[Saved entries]

def test_hindcast_forecast_is_the_share_of_its_analogs_with_the_event(synthetic):
    """leave_one_year_out's forecast of a day is the event frequency over exactly the
    analogs held_out_analogs lists for it."""
    pcs, observed = synthetic
    hindcast = leave_one_year_out(pcs, TIMES, observed, top=10, n_modes=4).set_index("time")
    chosen = held_out_analogs(pcs, TIMES, rows=SAMPLE_ROWS, top=10, n_modes=4)
    for row in SAMPLE_ROWS:
        rows = chosen.loc[chosen["target"] == row, "row"].to_numpy()
        assert hindcast.loc[TIMES[row], "forecast"] == pytest.approx(observed[rows].mean())
        assert hindcast.loc[TIMES[row], "n_analogs"] == rows.size == 10


def test_hindcast_restores_faiss_threads(synthetic):
    """The hindcast searches on one thread inside a restoring context: the process-wide
    faiss thread count is the same afterwards (it used to be left at 1)."""
    import faiss

    pcs, observed = synthetic
    with faiss_threads(2):
        leave_one_year_out(pcs, TIMES, observed, top=5, months=[1])
        assert faiss.omp_get_max_threads() == 2
    before = faiss.omp_get_max_threads()
    leave_one_year_out(pcs, TIMES, observed, top=5, months=[2])
    assert faiss.omp_get_max_threads() == before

ABOUT THIS TASK —
Write out each entry once more, exactly as it was given.

ANSWER —
def test_hindcast_forecast_is_the_share_of_its_analogs_with_the_event(synthetic):
    """leave_one_year_out's forecast of a day is the event frequency over exactly the
    analogs held_out_analogs lists for it."""
    pcs, observed = synthetic
    hindcast = leave_one_year_out(pcs, TIMES, observed, top=10, n_modes=4).set_index("time")
    chosen = held_out_analogs(pcs, TIMES, rows=SAMPLE_ROWS, top=10, n_modes=4)
    for row in SAMPLE_ROWS:
        rows = chosen.loc[chosen["target"] == row, "row"].to_numpy()
        assert hindcast.loc[TIMES[row], "forecast"] == pytest.approx(observed[rows].mean())
        assert hindcast.loc[TIMES[row], "n_analogs"] == rows.size == 10


def test_hindcast_restores_faiss_threads(synthetic):
    """The hindcast searches on one thread inside a restoring context: the process-wide
    faiss thread count is the same afterwards (it used to be left at 1)."""
    import faiss

    pcs, observed = synthetic
    with faiss_threads(2):
        leave_one_year_out(pcs, TIMES, observed, top=5, months=[1])
        assert faiss.omp_get_max_threads() == 2
    before = faiss.omp_get_max_threads()
    leave_one_year_out(pcs, TIMES, observed, top=5, months=[2])
    assert faiss.omp_get_max_threads() == before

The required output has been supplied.